Segment Start: Data section

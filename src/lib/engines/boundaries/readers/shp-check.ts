import { doubleArea } from '../../geometry/rings.ts';
import { Refusal } from '../refusal.ts';

const headerBytes = 100;
/** polygon, polygon with heights, polygon with measures */
const polygonTypes = new Set([5, 15, 25]);

/**
 * The most edges that may be looked at to find which outer ring each hole of a record lies in: about two
 * seconds. The package that reads the rings compares every hole with every outer ring.
 */
const mostHoleEdges = 200_000_000;

export function isPolygonShp(head: Uint8Array): boolean {
	return head.length >= 36 && polygonTypes.has(viewOf(head).getInt32(32, true));
}

/**
 * Checks every length and number of a .shp file (ESRI Shapefile Technical Description, 1998) against its
 * bytes, and answers how many records it holds. What passes can be read without running out of it; the
 * answer is refused with the record and the byte where it cannot.
 */
export function checkShp(bytes: Uint8Array): number {
	const view = viewOf(bytes);
	checkHeader(view, bytes.length);
	const type = view.getInt32(32, true);
	const end = view.getInt32(24) * 2;
	let at = headerBytes;
	let record = 0;
	while (at < end) {
		record++;
		if (at + 12 > end) throw truncated(record, at);
		const content = view.getInt32(at + 4) * 2;
		if (content < 4 || at + 8 + content > end) throw truncated(record, at);
		checkRecord(new DataView(view.buffer, view.byteOffset + at + 8, content), record, type);
		at += 8 + content;
	}
	return record;
}

/** The bytes that the header declares: what follows them is not part of the file. */
export const declaredShp = (bytes: Uint8Array) => bytes.subarray(0, viewOf(bytes).getInt32(24) * 2);

function checkHeader(view: DataView, length: number): void {
	if (length < headerBytes || view.getInt32(0) !== 9994) {
		throw new Refusal('zip-damaged', 'The .shp file does not begin as a shapefile does.');
	}
	const declared = view.getInt32(24) * 2;
	if (declared > length || declared < headerBytes) {
		const message = `The .shp file declares ${declared} bytes but has ${length}; it is cut off.`;
		throw new Refusal('file-truncated', message);
	}
	if (!polygonTypes.has(view.getInt32(32, true))) {
		throw new Refusal('no-areas', 'The shapefile holds points or lines, not areas.');
	}
}

function checkRecord(view: DataView, record: number, fileType: number): void {
	const type = view.getInt32(0, true);
	if (type === 0) return;
	if (type !== fileType) {
		const message = `Record ${record} of the .shp file is of another kind than the file says.`;
		throw new Refusal('bad-coordinate', message);
	}
	if (view.byteLength < 44) throw truncated(record, view.byteOffset);
	const parts = view.getInt32(36, true);
	const points = view.getInt32(40, true);
	if (parts < 0 || points < 0 || 44 + 4 * parts + 16 * points > view.byteLength) {
		throw new Refusal('bad-coordinate', `Record ${record} declares more points than it holds.`);
	}
	const positions = positionsOf(view, 44 + 4 * parts, points, record);
	let holes = 0;
	let outerPoints = 0;
	for (let p = 0; p < parts; p++) {
		const from = view.getInt32(44 + 4 * p, true);
		const to = p + 1 < parts ? view.getInt32(48 + 4 * p, true) : points;
		if (from < 0 || to < from || to > points) {
			throw new Refusal('bad-coordinate', `Record ${record} has a ring that lies outside it.`);
		}
		if (to - from >= 4 && doubleArea(positions, from, to) <= 0) outerPoints += to - from;
		else holes++;
	}
	if (holes * outerPoints > mostHoleEdges) {
		const message = `Record ${record} of the .shp file has ${holes} holes among ${parts} rings with ${points} points, too many to tell which lies in which. Divide it into several records.`;
		throw new Refusal('too-large-unpacked', message);
	}
}

function positionsOf(view: DataView, base: number, points: number, record: number): Float64Array {
	const positions = new Float64Array(2 * points);
	for (let i = 0; i < positions.length; i++) {
		positions[i] = view.getFloat64(base + 8 * i, true);
		if (!Number.isFinite(positions[i])) {
			const message = `Record ${record} of the .shp file has a coordinate that is not a number.`;
			throw new Refusal('bad-coordinate', message);
		}
	}
	return positions;
}

function truncated(record: number, at: number): Refusal {
	const message = `The .shp file breaks off in record ${record}, at byte ${at}.`;
	return new Refusal('file-truncated', message);
}

const viewOf = (bytes: Uint8Array) =>
	new DataView(bytes.buffer, bytes.byteOffset, bytes.byteLength);
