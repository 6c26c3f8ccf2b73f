import type { Relief, TerritoryProblem } from './problem.ts';

/** A rule that ties one unit to one territory. */
export interface Pin {
	unit: number;
	territory: number;
	kind: 'lock' | 'base' | 'frozen';
}

/** Every rule that ties a unit to a territory: frozen ones first, then bases, then locks. */
export function pinsOf({ today, territories, locks }: TerritoryProblem): Pin[] {
	const pins: Pin[] = [];
	today.forEach((territory, unit) => {
		if (territory >= 0 && territories[territory].frozen)
			pins.push({ unit, territory, kind: 'frozen' });
	});
	territories.forEach(({ base, closing }, territory) => {
		if (base >= 0 && !closing) pins.push({ unit: base, territory, kind: 'base' });
	});
	locks?.forEach((territory, unit) => {
		if (territory >= 0) pins.push({ unit, territory, kind: 'lock' });
	});
	return pins;
}

export function pinWords({ unit, territory, kind }: Pin): string {
	if (kind === 'lock') return `#${unit} is locked to @${territory}`;
	if (kind === 'base') return `#${unit} is the base of @${territory}`;
	return `#${unit} belongs to @${territory}, which is frozen`;
}

/** What takes the rule away: nothing takes a base away. */
export function pinReliefs({ unit, territory, kind }: Pin): Relief[] {
	if (kind === 'lock') return [{ kind: 'unlock', unit }];
	return kind === 'frozen' ? [{ kind: 'unfreeze', territory }] : [];
}
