import { memberFor } from '$lib/server/access/guard';
import { mayDo } from '$lib/server/access/member';
import { actions } from '$lib/server/access/roles';
import type { LayoutServerLoad } from './$types';

/** Where one is and what one may do there, for the bar and for what pages offer. */
export const load = (({ locals }) => {
	const member = memberFor(locals, 'team.read');
	return {
		team: { slug: member.team.slug, name: member.team.name },
		roles: member.roles,
		rights: actions.filter((action) => mayDo(member, action)),
	};
}) satisfies LayoutServerLoad;
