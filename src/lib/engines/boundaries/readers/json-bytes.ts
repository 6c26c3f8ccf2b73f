import { Refusal } from '../refusal.ts';
import { textDecoder } from './windows-1252.ts';

/** Thrown when the bytes at hand end before the value does; the reader takes more and starts it again. */
export const needMore = Symbol('more bytes');

export const byte = {
	quote: 34,
	comma: 44,
	colon: 58,
	open: 91,
	escape: 92,
	close: 93,
	openObject: 123,
	closeObject: 125,
} as const;

const powers = Array.from({ length: 23 }, (_, k) => Number(`1e${k}`));
const latin1 = new TextDecoder('latin1');
const utf8 = new TextDecoder('utf-8', { fatal: true });

/** Reads JSON values (RFC 8259) out of a window of bytes that slides along a file. */
export class JsonBytes {
	bytes: Uint8Array = new Uint8Array(0);
	/** the same with a zero behind it, so that a walk along digits ends without asking where the bytes do */
	private padded = this.bytes;
	at = 0;
	/** file offset of the window's first byte */
	base = 0;
	/** no bytes follow the window */
	last = false;
	/** which feature is being read, for messages */
	feature = 0;
	/** the encoding that text was found to be in */
	encoding = 'UTF-8';

	constructor(private nesting: number) {}

	/** Takes the first `length` bytes of a memory for its window; the byte after them is lost, if there is one. */
	hold(memory: Uint8Array, length: number): void {
		this.bytes = this.padded = memory.subarray(0, length);
		if (memory.length === length) return;
		memory[length] = 0;
		this.padded = memory.subarray(0, length + 1);
	}

	/** The next byte that is not white space, not taken. */
	peek(): number {
		const bytes = this.bytes;
		for (let at = this.at; at < bytes.length; at++) {
			const c = bytes[at];
			if (c !== 32 && c !== 10 && c !== 13 && c !== 9) {
				this.at = at;
				return c;
			}
		}
		this.at = bytes.length;
		return this.ended();
	}

	take(expected: number): void {
		if (this.peek() !== expected) {
			throw this.notJson(`expected "${String.fromCharCode(expected)}"`);
		}
		this.at++;
	}

	/** After an item: true when another follows, false when the list is closed. */
	another(close: number): boolean {
		const c = this.peek();
		if (c !== byte.comma && c !== close)
			throw this.notJson('expected a comma or a closing bracket');
		this.at++;
		return c === byte.comma;
	}

	/** Takes the next byte that is not white space if it is this one. */
	takes(wanted: number): boolean {
		if (this.padded[this.at] !== wanted && this.peek() !== wanted) return false;
		this.at++;
		return true;
	}

	/**
	 * Exactly the nearest double to the decimal written, as `Number` would give: a whole number below 2^53
	 * divided by a power of ten that is itself exact is rounded once.
	 */
	number(): number {
		const bytes = this.padded;
		const end = this.bytes.length;
		if (!(bytes[this.at] > 32)) this.peek();
		const start = this.at;
		let at = start;
		let c = bytes[at];
		const negative = c === 45;
		if (negative) c = bytes[++at];
		const first = at;
		let whole = 0;
		for (; c >= 48 && c <= 57; c = bytes[++at]) whole = whole * 10 + (c - 48);
		let digits = at - first;
		let fraction = 0;
		let scale = 0;
		if (c === 46) {
			const point = ++at;
			for (c = bytes[at]; c >= 48 && c <= 57; c = bytes[++at]) fraction = fraction * 10 + (c - 48);
			scale = at - point;
			if (scale === 0 && at < end) digits = 0;
		}
		if (at >= end) this.ended();
		if (digits === 0) throw this.badNumber();
		this.at = at;
		if (scale < 23 && c !== 101 && c !== 69) {
			const mantissa = whole * powers[scale] + fraction;
			if (mantissa < 9007199254740992) {
				const value = mantissa / powers[scale];
				return negative ? -value : value;
			}
		}
		return this.longNumber(start);
	}

	/** Text between quotes, escapes resolved. */
	string(): string {
		const start = (this.peek(), this.at);
		if (this.bytes[start] !== byte.quote) throw this.notJson('expected a text in quotes');
		this.skipString();
		return this.parsed(start) as string;
	}

	/** Passes over any value without looking inside; refuses to nest too deep. */
	skip(): void {
		let depth = 0;
		do {
			const c = this.peek();
			if (c === byte.quote) this.skipString();
			else if (c === byte.open || c === byte.openObject) {
				if (++depth > this.nesting) throw this.tooDeep();
				this.at++;
			} else if (c === byte.close || c === byte.closeObject) {
				depth--;
				this.at++;
			} else if (c === byte.comma || c === byte.colon) this.at++;
			else this.skipWord();
			if (depth < 0) throw this.notJson('a bracket closes that was not opened');
		} while (depth > 0);
	}

	/** Any value, by the built-in parser; whole numbers too long for a double stay text. */
	value(): unknown {
		const start = (this.peek(), this.at);
		this.skip();
		return this.parsed(start);
	}

	notJson(what: string): Refusal {
		return new Refusal('not-json', `This is not valid JSON: ${what} at ${this.place()}.`);
	}

	tooDeep(): Refusal {
		const message = `The JSON nests deeper than ${this.nesting} levels at ${this.place()}.`;
		return new Refusal('not-geojson', message);
	}

	place(): string {
		const where = `byte ${this.base + this.at}`;
		return this.feature ? `${where}, feature ${this.feature}` : where;
	}

	/** The window is used up: more is needed, or the file is cut off. */
	ended(): never {
		if (!this.last) throw needMore;
		const inside = this.feature ? ` inside feature ${this.feature}` : '';
		throw new Refusal(
			'file-truncated',
			`The file ends at byte ${this.base + this.bytes.length}${inside}, before its last bracket.`,
		);
	}

	private longNumber(start: number): number {
		const bytes = this.bytes;
		let at = this.at;
		while (isWordByte(bytes[at])) at++;
		if (at >= bytes.length) this.ended();
		this.at = at;
		const value = Number(latin1.decode(bytes.subarray(start, at)));
		if (!Number.isFinite(value)) throw this.badNumber();
		return value;
	}

	private badNumber(): Refusal {
		const rest = latin1.decode(this.bytes.subarray(this.at, this.at + 12)).split(/[\s,\]}]/)[0];
		const message = `A coordinate is not a number ("${rest}") at ${this.place()}.`;
		return new Refusal('bad-coordinate', message);
	}

	private skipString(): void {
		const bytes = this.bytes;
		for (let at = this.at + 1; at < bytes.length; at++) {
			const c = bytes[at];
			if (c === byte.escape) at++;
			else if (c === byte.quote) {
				this.at = at + 1;
				return;
			}
		}
		this.ended();
	}

	private skipWord(): void {
		const start = this.at;
		let at = start;
		while (isWordByte(this.bytes[at])) at++;
		if (at >= this.bytes.length) this.ended();
		if (at === start) throw this.notJson('an unexpected character');
		this.at = at;
	}

	private parsed(start: number): unknown {
		const text = this.text(start);
		try {
			return JSON.parse(/\d{16}/.test(text) ? text.replace(longWholeNumbers, quoteIfLong) : text);
		} catch {
			throw this.notJson('a value cannot be read');
		}
	}

	private text(start: number): string {
		const slice = this.bytes.subarray(start, this.at);
		if (this.encoding === 'UTF-8') {
			try {
				return utf8.decode(slice);
			} catch {
				this.encoding = 'windows-1252';
			}
		}
		return textDecoder('windows-1252').decode(slice);
	}
}

/** Letters, digits, signs and the point: what numbers, true, false and null are written with. */
function isWordByte(c: number): boolean {
	return (
		(c >= 48 && c <= 57) ||
		(c >= 97 && c <= 122) ||
		(c >= 65 && c <= 90) ||
		c === 43 ||
		c === 45 ||
		c === 46
	);
}

/** Texts, so that numbers within them are passed over, and long numbers that no point goes before. */
const longWholeNumbers = /"(?:[^"\\]|\\.)*"|(?<![\d.])-?\d{16,}(?![\d.eE])/g;
const quoteIfLong = (found: string) =>
	found[0] === '"' || Number.isSafeInteger(Number(found)) ? found : `"${found}"`;
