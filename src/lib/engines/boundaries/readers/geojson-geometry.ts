import type { RawLayer } from '../raw-layer.ts';
import { Refusal } from '../refusal.ts';
import { byte, type JsonBytes } from './json-bytes.ts';

/** Members of the geometry object read so far; coordinates may come before the type. */
export interface GeometryMembers {
	type?: string;
	/** depth of the coordinates' brackets: 3 for a polygon, 4 for several; 0 when there were none */
	depth: number;
}

/** A geometry (RFC 7946, section 3.1) or null; polygons go into the layer, anything else adds no area. */
export function readGeometry(json: JsonBytes, layer: RawLayer, level = 0): void {
	if (json.peek() !== byte.openObject) {
		if (json.value() !== null) throw notGeoJson(json, 'a geometry is neither an object nor null');
		return;
	}
	if (level > 8) throw json.tooDeep();
	const members: GeometryMembers = { depth: 0 };
	json.at++;
	if (json.peek() === byte.closeObject) json.at++;
	else {
		do {
			const name = json.string();
			json.take(byte.colon);
			readGeometryMember(json, layer, name, members, level);
		} while (json.another(byte.closeObject));
	}
	checkGeometry(json, members, layer);
}

export function readGeometryMember(
	json: JsonBytes,
	layer: RawLayer,
	name: string,
	members: GeometryMembers,
	level = 0,
): void {
	if (name === 'type') members.type = String(json.value());
	else if (name === 'coordinates') members.depth = readCoordinates(json, layer);
	else if (name === 'geometries') readList(json, () => readGeometry(json, layer, level + 1));
	else json.skip();
}

/** The type and the nesting of the coordinates must agree. Points and lines are counted. */
export function checkGeometry(json: JsonBytes, members: GeometryMembers, layer: RawLayer): void {
	const wanted = members.type === 'Polygon' ? 3 : members.type === 'MultiPolygon' ? 4 : 0;
	if (members.depth >= 3 && members.depth !== wanted && !isLines(members)) {
		const message = `its coordinates do not fit the type "${members.type ?? 'missing'}"`;
		throw notGeoJson(json, message);
	}
	if (members.depth > 0 && wanted === 0) layer.stray(members.type ?? 'Point');
}

const isLines = (members: GeometryMembers) =>
	members.depth === 3 && members.type === 'MultiLineString';

function readCoordinates(json: JsonBytes, layer: RawLayer): number {
	const depth = bracketsAhead(json);
	if (depth === 3) readPart(json, layer);
	else if (depth === 4) readList(json, () => readPart(json, layer));
	else if (depth > 4) throw notGeoJson(json, 'coordinates nest deeper than a MultiPolygon');
	else json.skip();
	return depth;
}

/** How many brackets open before the first number; empty lists count as nothing. */
function bracketsAhead(json: JsonBytes): number {
	const start = json.at;
	let depth = 0;
	while (json.peek() === byte.open && depth < 6) {
		depth++;
		json.at++;
	}
	const empty = json.peek() === byte.close;
	json.at = start;
	return empty ? 0 : depth;
}

function readPart(json: JsonBytes, layer: RawLayer): void {
	layer.startPart();
	readList(json, () => {
		layer.startRing();
		readRing(json, layer);
	});
}

function readRing(json: JsonBytes, layer: RawLayer): void {
	json.take(byte.open);
	if (json.takes(byte.close)) return;
	do {
		if (!json.takes(byte.open)) throw notPosition(json);
		const x = json.number();
		if (!json.takes(byte.comma)) throw notPosition(json);
		layer.point(x, json.number());
		if (!json.takes(byte.close)) while (json.another(byte.close)) json.number();
	} while (json.takes(byte.comma) || json.another(byte.close));
}

/** A JSON list, `item` called at the start of each entry. */
export function readList(json: JsonBytes, item: () => void): void {
	json.take(byte.open);
	if (json.peek() === byte.close) {
		json.at++;
		return;
	}
	do item();
	while (json.another(byte.close));
}

function notPosition(json: JsonBytes): Refusal {
	const message = `A position is not a list of at least two numbers at ${json.place()}.`;
	return new Refusal('bad-coordinate', message);
}

export function notGeoJson(json: JsonBytes, what: string): Refusal {
	return new Refusal('not-geojson', `This is not GeoJSON: ${what}, at ${json.place()}.`);
}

Segment End: Data section

In the data above, find the line with "with measures */" and the line with "if (length <". Retype both, plus every line between them, exactly.

/** polygon, polygon with heights, polygon with measures */
const polygonTypes = new Set([5, 15, 25]);

/**
 * The most edges that may be looked at to find which outer ring each hole of a record lies in: about two
 * seconds. The package that reads the rings compares every hole with every outer ring.
 */
const mostHoleEdges = 200_000_000;

export function isPolygonShp(head: Uint8Array): boolean {
	return head.length >= 36 && polygonTypes.has(viewOf(head).getInt32(32, true));
}

/**
 * Checks every length and number of a .shp file (ESRI Shapefile Technical Description, 1998) against its
 * bytes, and answers how many records it holds. What passes can be read without running out of it; the
 * answer is refused with the record and the byte where it cannot.
 */
export function checkShp(bytes: Uint8Array): number {
	const view = viewOf(bytes);
	checkHeader(view, bytes.length);
	const type = view.getInt32(32, true);
	const end = view.getInt32(24) * 2;
	let at = headerBytes;
	let record = 0;
	while (at < end) {
		record++;
		if (at + 12 > end) throw truncated(record, at);
		const content = view.getInt32(at + 4) * 2;
		if (content < 4 || at + 8 + content > end) throw truncated(record, at);
		checkRecord(new DataView(view.buffer, view.byteOffset + at + 8, content), record, type);
		at += 8 + content;
	}
	return record;
}

/** The bytes that the header declares: what follows them is not part of the file. */
export const declaredShp = (bytes: Uint8Array) => bytes.subarray(0, viewOf(bytes).getInt32(24) * 2);

function checkHeader(view: DataView, length: number): void {
	if (length < headerBytes || view.getInt32(0) !== 9994) {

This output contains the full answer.